There is plenty of peer reviewed evidence that teaching these types of classes to children doesn’t work, as I pointed out when you asked “what is the evidence” and then “well what are the harms”, but you chose not to reply when this was shared presumably because you don’t want to acknowledge it doesn’t work, similar to here.

The efficacy of school based psycho-ed programs and the chronic underfunding of mental health services are two separate issues. Just because services are underfunded and inaccessible (which they are), doesn’t mean CBT classes are helpful (which evidence suggests they aren’t).

You haven’t posted clear and wide evidence that they don’t. A opinion piece written by an academic with zero experience of the real world is not that. The new MHST in schools partnership is focusing on CAMHS running classes and doing 121 for a few children alongside supporting staff. Surely it’s far too early to completely disregard this as sone schools are only just getting it.

There is a MH crisis amongst children. Staff have to support and work with these children regardless of the lack of provision outside of school. The MH sector for adults and children is completely broken and pretty much non existent. There is no magic money tree or anybody in government or anywhere that seems to be planning to fix it.

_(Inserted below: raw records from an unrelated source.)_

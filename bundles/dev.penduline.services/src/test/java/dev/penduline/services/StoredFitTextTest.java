package dev.penduline.services;

import static org.junit.jupiter.api.Assertions.assertEquals;
import static org.junit.jupiter.api.Assertions.assertFalse;
import static org.junit.jupiter.api.Assertions.assertTrue;

import java.util.List;
import java.util.Map;

import org.junit.jupiter.api.Test;

import dev.penduline.model.EnergyShare;
import dev.penduline.model.FitResult;
import dev.penduline.model.PendulineFactory;
import dev.penduline.model.SessionFit;
import dev.penduline.model.Setting;
import dev.penduline.model.TestSession;

/**
 * The words of a stored fit: what a fit stored since the reports exist says (the verdict as
 * {@code penduline fit} wrote it, the energy shares with their σ, each record against its noise
 * floor) and what an older stored fit says instead (that it was not stored). The expected texts
 * are written out by hand from the rounding rule of JCGM 100:2008 §7.2.6 (two significant digits
 * of the uncertainty, the value to the same place).
 */
class StoredFitTextTest {

    private static final PendulineFactory F = PendulineFactory.eINSTANCE;

    private static void setting(FitResult r, String key, String value) {
        Setting s = F.createSetting();
        s.setKey(key);
        s.setValue(value);
        r.getSettings().add(s);
    }

    private static FitResult stored(boolean withEvidence) {
        FitResult r = StoredFitTest.fit("fit-a");
        r.setComputedAt("2026-12-03T10:00:00Z");
        for (String[] e : new String[][] {{"viscous", "0.3095"}, {"coulomb", "0.2779"}, {"drag", "0.4126"}}) {
            EnergyShare s = F.createEnergyShare();
            s.setTermId(e[0]);
            s.setShare(Double.parseDouble(e[1]));
            r.getEnergyShares().add(s);
        }
        r.setDominantLoss("mixed");
        SessionFit sf = F.createSessionFit();
        sf.setSessionId("s1");
        sf.setInitialAngle(Math.toRadians(25));
        sf.setReleaseTime(1.5);
        sf.setAngleOffset(Math.toRadians(2.7));
        sf.setRmsResidual(Math.toRadians(0.032));
        r.getSessionFits().add(sf);
        setting(r, "resamples", "40");
        if (withEvidence) {
            setting(r, FitRecorder.VERDICT, "mixed: no loss leads the next by 15 percentage points");
            setting(r, "energy-dissipated", "8.2345");
            setting(r, "energy-sigma-viscous", "0.0123");
            setting(r, "energy-sigma-coulomb", "0.0071");
            setting(r, "energy-sigma-drag", "0.0151");
            setting(r, "rms-residual", String.valueOf(Math.toRadians(0.032)));
            setting(r, "samples", "90000");
            setting(r, "noise-floor", String.valueOf(Math.toRadians(0.037)));
            setting(r, "noise-ratio", "0.84");
            setting(r, "noise-limit", "1.5");
            setting(r, "noise-passed", "true");
            setting(r, "noise-floor[s1]", String.valueOf(Math.toRadians(0.0375)));
            setting(r, "residual-to-noise[s1]", "0.8412");
            setting(r, "stop-note", "from the 10° release's stop");
        }
        setting(r, "warning-1", "c and b correlate at -0.97");
        return r;
    }

    private static List<TestSession> sessions() {
        TestSession s = F.createTestSession();
        s.setId("s1");
        s.setName("Release at 25°");
        return List.of(s);
    }

    @Test
    void aFitStoredWithItsEvidenceSaysWhatTheFitSaid() {
        StoredFitText t = StoredFitText.of(stored(true), sessions());
        assertEquals("Verdict: mixed: no loss leads the next by 15 percentage points", t.verdict());
        // 30.95 % with u = 1.23 % → 31.0 ± 1.2 %; 27.79 ± 0.71 %; 41.26 ± 1.51 % → 41.3 ± 1.5 %; 8.2345 J half-up → 8.235
        assertEquals("Energy dissipated: viscous 31.0 ± 1.2 %, Coulomb 27.79 ± 0.71 %, drag 41.3 ± 1.5 % of 8.235 J",
                t.shares());
        StoredFitText.SessionRow row = t.sessions().get(0);
        assertEquals("Release at 25°", row.session());
        assertEquals("0.03750", row.noiseFloor());
        assertEquals("0.84", row.ratio());
        assertTrue(t.noise().startsWith("Against the noise: residual rms 0.03200° against a noise floor of 0.03700°"),
                t.noise());
        assertTrue(t.noise().endsWith("the model describes the records"), t.noise());
        assertEquals("Static friction from the stops: Ts between 0.06000 and 0.09000 N·m (from the 10° release's stop)",
                t.stopBand());
        assertEquals("Residual rms 0.03200° over 90000 samples; 40 bootstrap refits.", t.totals());
        assertEquals(List.of("c and b correlate at -0.97"), t.warnings());
        // the evidence is not repeated among the settings; the settings keep their stored order
        List<String> keys = t.settings().stream().map(Map.Entry::getKey).toList();
        assertEquals(List.of("inertia", "resamples"), keys);
    }

    @Test
    void anOlderFitSaysWhatWasNotStored() {
        StoredFitText t = StoredFitText.of(stored(false), sessions());
        assertEquals("Verdict: mixed: no loss leads the next by a clear margin (see the shares)", t.verdict());
        assertEquals("Energy dissipated: viscous 31.0 %, Coulomb 27.8 %, drag 41.3 %", t.shares());
        assertEquals("–", t.sessions().get(0).noiseFloor());
        assertEquals("–", t.sessions().get(0).ratio());
        assertEquals("", t.noise());
        assertEquals("", t.totals());
        assertFalse(t.stopBand().isEmpty(), "the stop band was stored before the evidence was");
    }
}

What exactly do you expect schools to do as ignoring these children is not an option?

Pinkballoonx · 08/11/2025 08:51

Dr940p · 08/11/2025 07:30

You haven’t posted clear and wide evidence that they don’t. A opinion piece written by an academic with zero experience of the real world is not that. The new MHST in schools partnership is focusing on CAMHS running classes and doing 121 for a few children alongside supporting staff. Surely it’s far too early to completely disregard this as sone schools are only just getting it.

There is a MH crisis amongst children. Staff have to support and work with these children regardless of the lack of provision outside of school. The MH sector for adults and children is completely broken and pretty much non existent. There is no magic money tree or anybody in government or anywhere that seems to be planning to fix it.

What exactly do you expect schools to do as ignoring these children is not an option?

I posted a peer reviewed academic systematic review and quoted the findings when you asked? That’s clearly not an opinion piece from an academic.

MHST have been in place since 2018 and, as I said, don’t focus on teaching. The focus is definitely on 1-1 and systemic working with professionals.